No último ano, 27,4% das mulheres no Brasil sofreram algum tipo de violência ou agressão. Dessas, 23,8% foram agredidas por companheiros, maridos ou namorados, 21,1% por vizinhos, 15,2% por um ex, 7,2% pelos pais e 6,3% por amigos. Das agressões, 42% aconteceram em sua própria casa e 52% das mulheres decidiram não denunciar. Isso equivale a 16 milhões de vítimas por ano. Ou mais de 30 por minuto.

O levantamento, realizado pelo Datafolha, foi encomendado pelo Fórum Brasileiro de Segurança Pública e faz do relatório "Visível e Invisível: a vitimização de mulheres no Brasil", divulgado nesta terça (26).

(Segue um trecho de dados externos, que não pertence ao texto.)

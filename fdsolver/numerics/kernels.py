"""Compiled inner loops (numba), each O(N) over a grid.

* :func:`sturm_count` - number of eigenvalues of a symmetric tridiagonal
  matrix (diagonal d, off-diagonal e) below a shift, from the signs of the
  LDL^T pivots (Sturm sequence).  Exact in exact arithmetic; in floating point
  it is the count of a matrix within a few ulps of the given one.
  :func:`bisect_eigenvalues`, :func:`prove_indices` and :func:`sturm_counts_at` count at several
  shifts in one pass (independent recurrences side by side).
* :func:`tridiag_factor` / :func:`tridiag_apply` (:func:`tridiag_apply_into`) / :func:`tridiag_solve` -
  (T - sigma I) y = b by Gaussian elimination with partial pivoting;
  :func:`inverse_iteration` - eigenvectors of a batch of shifts from one
  factorisation each (from :func:`start_vector`), orthonormal within clusters.
* :func:`flux_quotient` - the Rayleigh quotient of the flux-form operator,
  sum a_j (psi_{j+1} - psi_j)^2 + sum (Vw_i - alpha_i) psi_i^2 over
  sum w_i psi_i^2, computed from differences so that its round-off is a few
  ulps of the energy scale rather than of the matrix norm (which grows as
  1/h_min^2 on graded grids).
* :func:`lipschitz_limit` - the lower envelope min_j (h_j + g |x_i - x_j|).
* :func:`grid_samples` (:func:`grid_raw_samples`), :func:`inner_bounds`, :func:`sample_pass` (:func:`merge_samples`,
  :func:`lipschitz_limit`, :func:`coarse_midpoints`), :func:`segment_nodes` - the sampling of the spacing
  function and the node placement of a base grid
  (:mod:`fdsolver.numerics.grid`), one pass each instead of a chain of numpy
  calls (a base grid is built twice per solve, on a few hundred samples).
* :func:`target_spacing` - the raw target spacing of a base grid from sampled V and m (the arithmetic
  of :func:`fdsolver.numerics.grid.spacing_function` in one pass).
* :func:`piece_grid` - a whole base grid in one call where V is constant between features (its spacing
  function sampled from tables, :func:`piece_values`; the sample offsets from :func:`sample_offsets`, made
  once per growth rate), :func:`mirrored_piece_grid` its mirror-symmetric form; :func:`cell_piece_values` -
  V and m on every cell of a grid from those tables;
  :func:`piece_values_apart` - V and m from the tables at positions none of which lies next to a feature.
* :func:`flux_operator` - the arrays of the flux-form operator
  (:mod:`fdsolver.numerics.operator`) in one pass over the cells, through :func:`symmetric_form`, the one
  formula of T's diagonal and off-diagonal; :func:`even_half` its even mirror sector (the whole operator's
  entries past the centre).
* :func:`refine_nodes` - nested refinement of a grid (every cell split in k).
* :func:`constant_sectors` - the operators of a grid whose cells take their base cell's V and m (point terms,
  mirror halves); :func:`constant_level` - one nested level of such a potential: refinement, those operators
  and :func:`predicted_grid` in one call; :func:`constant_levels` - every regular level with the Romberg
  table and the judgement (:func:`romberg_newest` for the splittings); :func:`constant_coarse` - a coarse
  grid's energies by bisection.
* :func:`decay_reach` - where the WKB decay integral along a walk first reaches a budget (the box's ends);
  :func:`walk_pair` - the samples of both walks of a box.
* :func:`floor_sums` - V's range, the largest mass and the binding floor's integral over a box's samples in
  one pass (numpy's pairwise sum, :func:`_pairwise_sum`); :func:`even_samples` - ``numpy.linspace``'s samples.
* :func:`wave_columns`, :func:`unfold_row`, :func:`home_of` - the observables' sums, a state's wavefunction
  unfolded onto the whole grid, each state's home region.

Numba is used here because these loops are sequential recurrences that numpy
cannot vectorise; measured figures are in DEVELOPERS.md.  Compilation results
are cached on disk in fdsolver's folder of the user's cache, or where the user's
``NUMBA_CACHE_DIR`` says (:func:`fdsolver.compiled.cache_folder`).
"""

from __future__ import annotations

import math

import numpy as np

from fdsolver.compiled import (
    njit,  # numba.njit with the project's cache folder (imports numba)
)


@njit
def search_sorted(a, key, right):
    """``numpy.searchsorted(a, key, side="right" if right else "left")`` for a sorted 1-D float array ``a`` and one
    float ``key``: the number of entries below ``key`` (left) or not above it (right), NaN ordered last, by the
    same bisection and comparisons as numba's own (so the same index).  Written out because numba's version
    lives in its numpy array-math module, whose import a cached kernel that uses it pays on its first load
    (about 0.08 s of CPU; DEVELOPERS.md, session 15).  O(log N)."""
    lo = 0
    hi = a.shape[0]
    nan_key = math.isnan(key)
    while lo < hi:
        mid = lo + ((hi - lo) >> 1)
        v = a[mid]
        if right:
            go = nan_key or v <= key
        else:
            go = v < key or (nan_key and not math.isnan(v))
        if go:
            lo = mid + 1
        else:
            hi = mid
    return lo


@njit
def even_samples(lo, hi, num):
    """``numpy.linspace(lo, hi, num)`` (num >= 2) with numpy's floating-point operations, so the same bits: i times
    the step (hi - lo) / (num - 1) plus lo, and hi itself last (where the step underflows to 0, i / (num - 1)
    times hi - lo instead, as numpy does).  Units of lo.  O(num)."""
    out = np.empty(num)
    div = num - 1
    delta = hi - lo
    step = delta / div
    for i in range(num):
        t = float(i) * step if step != 0.0 else (float(i) / div) * delta
        out[i] = t + lo
    out[num - 1] = hi
    return out


@njit
def _block_sum(a, lo, n):
    """numpy's sum of a block of at most 128 entries a[lo:lo + n]: sequential below 8 entries, else eight running
    sums over blocks of 8 combined pairwise, then the rest in order."""
    if n < 8:
        res = 0.0
        for i in range(n):
            res += a[lo + i]
        return res
    r0, r1, r2, r3 = a[lo], a[lo + 1], a[lo + 2], a[lo + 3]
    r4, r5, r6, r7 = a[lo + 4], a[lo + 5], a[lo + 6], a[lo + 7]
    i = 8
    while i < n - (n % 8):
        r0 += a[lo + i]
        r1 += a[lo + i + 1]
        r2 += a[lo + i + 2]
        r3 += a[lo + i + 3]
        r4 += a[lo + i + 4]
        r5 += a[lo + i + 5]
        r6 += a[lo + i + 6]
        r7 += a[lo + i + 7]
        i += 8
    res = ((r0 + r1) + (r2 + r3)) + ((r4 + r5) + (r6 + r7))
    while i < n:
        res += a[lo + i]
        i += 1
    return res


@njit
def _pairwise_sum(a, lo, n):
    """numpy's sum of a[lo:lo + n] (a contiguous float64 array) with its operations in its order, so the same
    bits as ``numpy.sum``: pairwise summation, blocks of up to 128 entries summed by :func:`_block_sum` and a
    longer stretch split in two at a multiple of 8 below its middle, the halves' sums added.  The splits are
    walked with an explicit stack (a compiled function calling itself does not load from numba's cache).
    O(n)."""
    if n <= 128:
        return _block_sum(a, lo, n)
    depth = 64  # halving from at most 2^63 entries down to 128
    f_lo = np.empty(depth, np.int64)
    f_n = np.empty(depth, np.int64)
    f_stage = np.empty(depth, np.int64)  # 0 new, 1 waiting for its left half, 2 left known, 3 waiting for its right
    f_left = np.empty(depth)
    top = 0
    f_lo[0], f_n[0], f_stage[0] = lo, n, 0
    while True:
        start, size = f_lo[top], f_n[top]
        half = size // 2
        half -= half % 8
        done = False
        value = 0.0
        if f_stage[top] == 0:
            if half <= 128:
                f_left[top] = _block_sum(a, start, half)
                f_stage[top] = 2
            else:
                f_stage[top] = 1
                top += 1
                f_lo[top], f_n[top], f_stage[top] = start, half, 0
        elif f_stage[top] == 2:
            if size - half <= 128:
                value = f_left[top] + _block_sum(a, start + half, size - half)
                done = True
            else:
                f_stage[top] = 3
                top += 1
                f_lo[top], f_n[top], f_stage[top] = start + half, size - half, 0
        while done:  # hand the finished sum to the stretch it is half of
            if top == 0:
                return value
            top -= 1
            if f_stage[top] == 1:
                f_left[top] = value
                f_stage[top] = 2
                done = False
            else:
                value = f_left[top] + value


@njit
def floor_sums(v, m, dx, level):
    """(finite, min V, max V, max m, area) of V and m sampled over a box (``v``, ``m``, with widths ``dx``) in one
    pass and one sum: whether every V is finite, its least and largest value, the largest mass, and
    sum (level - V)_+ dx (0 where ``level`` is not finite), numpy's sum of ``numpy.maximum(level - v, 0) * dx``
    (:func:`_pairwise_sum`): the same numbers as those numpy steps.  V in the energy unit, dx in the length
    unit, m in m_e.  O(N)."""
    n = v.shape[0]
    finite = True
    lowest = math.inf
    highest = -math.inf
    heaviest = -math.inf
    for i in range(n):
        if not math.isfinite(v[i]):
            finite = False
        lowest = _nan_min(lowest, v[i])
        highest = -_nan_min(-highest, -v[i])
        heaviest = -_nan_min(-heaviest, -m[i])
    area = 0.0
    if math.isfinite(level) and n:
        terms = np.empty(n)
        for i in range(n):
            t = level - v[i]
            terms[i] = (t if (t >= 0.0 or math.isnan(t)) else 0.0) * dx[i]
        area = _pairwise_sum(terms, 0, n)
    return finite, lowest, highest, heaviest, area


@njit
def interp_sorted(x, xp, fp):
    """``numpy.interp(x, xp, fp)`` for increasing ``xp`` (1-D float arrays): fp[0] left of xp[0], fp[-1] right of
    xp[-1], fp[j] at xp[j] itself, else the straight line through the two samples around x, computed as numba's
    (and numpy's) version computes it, so the same bits: slope (fp[j+1] - fp[j]) / (xp[j+1] - xp[j]) times
    (x - xp[j]) plus fp[j], from the other end where that is NaN.  Written out for the reason
    :func:`search_sorted` is.  Units of ``fp``.  O(log N) per point."""
    n = xp.shape[0]
    out = np.empty(x.shape[0])
    for i in range(x.shape[0]):
        xv = x[i]
        if n == 1:
            out[i] = fp[0]
        elif math.isnan(xv):
            out[i] = xv
        elif xv > xp[n - 1]:
            out[i] = fp[n - 1]
        elif xv < xp[0]:
            out[i] = fp[0]
        else:
            j = search_sorted(xp, xv, True) - 1  # the last sample at or below x
            if j == n - 1 or xp[j] == xv:
                out[i] = fp[j]
            else:
                slope = (fp[j + 1] - fp[j]) / (xp[j + 1] - xp[j])
                r = slope * (xv - xp[j]) + fp[j]
                if math.isnan(r):
                    r = slope * (xv - xp[j + 1]) + fp[j + 1]
                    if math.isnan(r) and fp[j] == fp[j + 1]:
                        r = fp[j]
                out[i] = r
    return out


@njit
def sturm_count(d, e, sigma):
    """Number of eigenvalues of tridiag(e, d, e) strictly below ``sigma``."""
    n = d.shape[0]
    count = 0
    q = d[0] - sigma
    if q < 0.0:
        count += 1
    tiny = 1e-300
    for i in range(1, n):
        if q == 0.0:
            q = tiny
        q = d[i] - sigma - e[i - 1] * e[i - 1] / q
        if q < 0.0:
            count += 1
    return count


@njit
def _sturm_counts3(d, e, s0, s1, s2):
    """:func:`sturm_count` at three shifts in one pass (:func:`_sturm_counts4` with the last shift twice: the
    same arithmetic, hence the same counts; the recurrences run side by side, so the pass costs little more than
    one count).  Exact integers; shifts in the matrix's energy unit.  O(N)."""
    c0, c1, c2, _ = _sturm_counts4(d, e, s0, s1, s2, s2)
    return c0, c1, c2
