"""Table of a zero-range check on a background (kind ``delta_background``): per state the point-model energy,
the deviation at every width (relative and in the energy unit), the fitted law and the validity width."""

from __future__ import annotations

import numpy as np

from fdsolver.report._common import units_of


def format_background(ds) -> str:
    a = ds.attrs
    eu, lu = units_of(ds, "energy"), units_of(ds, "width")
    tol = float(a.get("tolerance", np.nan))
    lines = [a.get("title", ""),
             f"zero-range check on a background: each point replaced by a {a.get('replacement_shape')} well of the same "
             f"strength on the same layers, fields and walls; energies in {eu}, lengths in {lu}",
             f"reference: the case with exact point interactions (finite-difference solve, derivative jump at a node); "
             f"relative deviations are (E - E_point) / |E_point - {float(a.get('reference_energy', np.nan)):.6g} {eu}| "
             "(the continuum threshold, or the lowest V where every state is bound)"]
    for p in ds.point.values:
        lines.append(f"point {int(p)} '{ds.point_name.values[p]}': x = {float(ds.point_center.values[p]):.6g} {lu}, "
                     f"alpha = {float(ds.point_strength.values[p]):.6g} {units_of(ds, 'point_strength')}, "
                     f"decay length 1/kappa = {float(ds.decay_length.values[p]):.4g} {lu}")
    from fdsolver.zerorange.ladder import VALIDITY_FLAGS

    w = ds.width.values
    for s in ds.state.values:
        e0, e0e = float(ds.energy_limit.values[s]), float(ds.energy_limit_error.values[s])
        valid, flag = float(ds.validity_width.values[s]), VALIDITY_FLAGS[int(ds.validity_flag.values[s])]
        coef, expo = float(ds.law_coefficient.values[s]), float(ds.law_exponent.values[s])
        lines.append("")
        lines.append(f"state {int(s)}: point model E = {e0:.12g} +- {e0e:.1e} {eu}; deviation ~ {coef:.4g} {lu}^-1 x width"
                     f" (fitted slope {expo:.3f}); |deviation| < {tol:g} up to width {valid:.4g} {lu} ({flag})")
        head = (f"{'width [' + lu + ']':>14} {'w*kappa':>9} {'depth [' + eu + ']':>14} {'E [' + eu + ']':>20} "
                f"{'error':>8} {'E - E_point [' + eu + ']':>22} {'relative':>11} {'1st order':>10}  ok")
        lines.append(head)
        for i, wi in enumerate(w):
            e = float(ds.energy.values[i, s])
            lines.append(
                f"{wi:14.5g} {float(ds.width_in_decay_lengths.values[i, 0]):9.3g} "
                f"{float(ds.replacement_depth.values[i, 0]):14.5g} "
                + (f"{e:20.12g} {float(ds.energy_error.values[i, s]):8.1e} "
                   f"{float(ds.energy_deviation.values[i, s]):22.4e} {float(ds.deviation.values[i, s]):11.3e} "
                   f"{float(ds.predicted_deviation.values[i, s]):10.3e}  "
                   f"{'yes' if int(ds.resolved.values[i, s]) else 'NO'}" if np.isfinite(e) else f"{'no such state':>20}"))
    if ds.point.size > 1:
        lines.append("(w*kappa and depth columns: point 0; the archive has every point)")
    for m in str(a.get("messages", "")).splitlines():
        if m:
            lines.append(f"note: {m}")
    return "\n".join(lines)


#: energies shown in the T(E) table of a scattering check
SHOWN_ENERGIES = 12


def format_scatter_check(ds) -> str:
    """Table of a zero-range check for scattering (kind ``delta_transmission``)."""
    a = ds.attrs
    eu, lu = units_of(ds, "energy"), units_of(ds, "width")
    tol = float(a.get("tolerance", np.nan))
    e = ds.energy.values
    lines = [a.get("title", ""),
             f"zero-range check for scattering: each point replaced by a {a.get('replacement_shape')} well or barrier of "
             f"the same strength; reference: the point interactions by {a.get('reference')}; wave from the left; "
             f"{e.size} energies {e[0]:.6g} to {e[-1]:.6g} {eu}; lengths in {lu}"]
    for p in ds.point.values:
        lines.append(f"point {int(p)} '{ds.point_name.values[p]}': x = {float(ds.point_center.values[p]):.6g} {lu}, "
                     f"alpha = {float(ds.point_strength.values[p]):.6g} {units_of(ds, 'point_strength')}, "
                     f"length scale 2C/(m|alpha|) = {float(ds.decay_length.values[p]):.4g} {lu}")
    lines.append(f"max |T - T_point| ~ {float(ds.law_coefficient):.4g} {lu}^-1 x width (fitted slope "
                 f"{float(ds.law_exponent):.3f}); every deviation below {tol:g} up to width "
                 f"{float(ds.validity_width):.4g} {lu}")
    n_r = ds.sizes.get("resonance", 0)
    if n_r:
        lines.append("resonances of the point model: " + ", ".join(
            f"E_r = {float(ds.resonance_energy_limit.values[k]):.8g} {eu} (width {float(ds.resonance_width_limit.values[k]):.4g})"
            for k in range(n_r)))
    else:
        lines.append("no resonance of the point model in the energy range")
    head = f"{'width [' + lu + ']':>14} {'w/scale':>9} {'depth [' + eu + ']':>14} {'max |dT|':>10}"
    for k in range(n_r):
        head += f"  {'dE_r' + str(k) + ' [' + eu + ']':>16} {'rel':>9} {'dGamma/Gamma':>12}"
    lines.append(head)
    for i, wi in enumerate(ds.width.values):
        row = (f"{wi:14.5g} {float(ds.width_in_decay_lengths.values[i, 0]):9.3g} "
               f"{float(ds.replacement_depth.values[i, 0]):14.5g} {float(ds.transmission_deviation.values[i]):10.3e}")
        for k in range(n_r):
            row += (f"  {float(ds.resonance_energy_deviation.values[i, k]):16.4e} "
                    f"{float(ds.resonance_relative_shift.values[i, k]):9.2e} "
                    f"{float(ds.resonance_width_deviation.values[i, k]):12.3e}")
        lines.append(row)
    step = max(1, e.size // SHOWN_ENERGIES)
    lines.append(f"T(E) (every {step}th energy; the archive holds all): narrowest and widest width against the points")
    lines.append(f"{'energy [' + eu + ']':>16} {'T_point':>12} {'T (w=' + format(float(ds.width.values[0]), '.3g') + ')':>16} "
                 f"{'T (w=' + format(float(ds.width.values[-1]), '.3g') + ')':>16}")
    for j in range(0, e.size, step):
        lines.append(f"{e[j]:16.6g} {float(ds.transmission_limit.values[j]):12.6g} "
                     f"{float(ds.transmission.values[0, j]):16.6g} {float(ds.transmission.values[-1, j]):16.6g}")
    for m in str(a.get("messages", "")).splitlines():
        if m:
            lines.append(f"note: {m}")
    return "\n".join(lines)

Em uma sociedade historicamente estruturada em torno da violência de gênero, nossa responsabilidade como homens não é apenas evitar que nós mesmos sejamos vetores do sofrimento simbólico, psicológico ou físico das mulheres cis e trans. Neste caso, não basta cada um fazer sua parte para que o mundo se torne um lugar melhor. Se você fica em silêncio e não age junto aos outros homens diante de situações que fomentam a violência, sinto lhe informar que tem optado pela saída fácil da delinquência social.

Sim, ao ver um colega relinchando aberrações inconcebíveis na mesa do bar e não questioná-lo por isso, dando uma risadinha de conta de boca; ao ouvir aquele tio misógino defender que "mulher que se preze não usa saia curta" e ficar em silêncio; ao assistir àquele "humorista" fazer apologia ao estupro e não mudar de canal ou enviar mensagem protestando às autoridades; ou ao se deparar com um amigo compartilhando histórias de violência sexual e sua única reação foi um beicinho de desaprovação, você – em maior ou menor grau – está sendo cúmplice de tudo isso.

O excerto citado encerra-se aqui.